- Activity: Scan the records for "support" and copy each line that contains it.

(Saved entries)

= = = =

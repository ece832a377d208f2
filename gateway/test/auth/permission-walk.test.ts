/**
 * Walks the whole permission table: every declared route × every role, a device key, and no
 * session. Not allowed → 403; no session → 401; allowed → anything but 401/403.
 */
import request from 'supertest';
import { afterAll, beforeAll, describe, expect, it } from 'vitest';
import { ROLES, type Role } from '@ebbgate/shared';
import { issueDeviceKey } from '../../src/auth/device-keys';
import { PERMISSIONS, PUBLIC } from '../../src/auth/permissions';
import { ROUTES, type RouteSpec } from '../../src/http/route';
import { insertMonitor } from '../support/devices';
import { startTestGateway, type SignedInClient, type TestGateway } from '../support/harness';

let gw: TestGateway;
const clients = {} as Record<Role, SignedInClient>;
let deviceKey = '';

beforeAll(async () => {
  gw = await startTestGateway();
  for (const role of ROLES) clients[role] = await gw.signIn(role);
  const monitor = await insertMonitor(gw.ctx.ds);
  deviceKey = (await issueDeviceKey(gw.ctx, monitor.id, undefined)).apiKey;
});
afterAll(async () => gw?.stop());

/** Routes that end the caller's own session are walked last-resort: skip them for allowed roles. */
const SELF_ENDING = new Set(['post /auth/sign-out']);
const url = (r: RouteSpec) => `/api/v1${r.path.replace(/:([A-Za-z0-9_]+)/g, 'no-such-$1')}`;
const guarded = () => ROUTES.filter((r) => r.permission !== PUBLIC);

function send(client: SignedInClient, r: RouteSpec) {
  const u = url(r);
  return r.method === 'get' ? client.get(u) : r.method === 'delete' ? client.delete(u) : client[r.method](u, {});
}

describe('permission table', () => {
  it('covers a meaningful set of routes', () => {
    expect(guarded().length).toBeGreaterThanOrEqual(8);
    for (const r of guarded()) expect(Object.keys(PERMISSIONS)).toContain(r.permission);
  });

  it('answers 401 to every guarded route without a session', async () => {
    for (const r of guarded()) {
      const res = await request(gw.server)[r.method](url(r)).send({});
      expect(res.status, `${r.method} ${r.path}`).toBe(401);
    }
  });

  it('lets each role through exactly the routes the table grants, 403 for the rest', async () => {
    for (const role of ROLES) {
      for (const r of guarded()) {
        const allowed = (PERMISSIONS[r.permission as keyof typeof PERMISSIONS] as readonly string[]).includes(role);
        if (allowed && SELF_ENDING.has(`${r.method} ${r.path}`)) continue;
        const res = await send(clients[role], r);
        const label = `${role} ${r.method} ${r.path} → ${res.status} ${res.body?.detail ?? ''}`;
        if (allowed) expect([401, 403], label).not.toContain(res.status);
        else expect(res.status, label).toBe(403);
      }
    }
  });

  it('lets a device key reach only device routes', async () => {
    for (const r of guarded()) {
      const allowed = (PERMISSIONS[r.permission as keyof typeof PERMISSIONS] as readonly string[]).includes('device');
      const res = await request(gw.server)[r.method](url(r)).set('Authorization', `Bearer ${deviceKey}`).send({});
      const label = `device ${r.method} ${r.path} → ${res.status}`;
      if (allowed) expect([401, 403], label).not.toContain(res.status);
      else expect(res.status, label).toBe(403);
    }
  });
});
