import { z } from 'zod';
import { pageQuerySchema } from './common';

export const actorTypeSchema = z.enum(['user', 'device', 'system']);

export const auditEntrySchema = z.object({
  id: z.string(),
  at: z.string(),
  actorType: actorTypeSchema,
  actorId: z.string().nullable(),
  actorName: z.string().nullable(),
  /** Dotted verb, e.g. `user.create`, `device-key.revoke`, `assessment.mark-in-error`. */
  action: z.string(),
  entityType: z.string(),
  entityId: z.string().nullable(),
  before: z.unknown().nullable(),
  after: z.unknown().nullable(),
  requestId: z.string().nullable(),
});
export type AuditEntry = z.infer<typeof auditEntrySchema>;

export const auditQuerySchema = pageQuerySchema.extend({
  actor: z.string().max(64).optional(),
  action: z.string().max(64).optional(),
  entityType: z.string().max(64).optional(),
  entityId: z.string().max(64).optional(),
  from: z.iso.datetime({ offset: true }).optional(),
  to: z.iso.datetime({ offset: true }).optional(),
});
export type AuditQuery = z.infer<typeof auditQuerySchema>;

= = = =

- Solved exercise:
import { insertMonitor } from '../support/devices';
import { startTestGateway, type SignedInClient, type TestGateway } from '../support/harness';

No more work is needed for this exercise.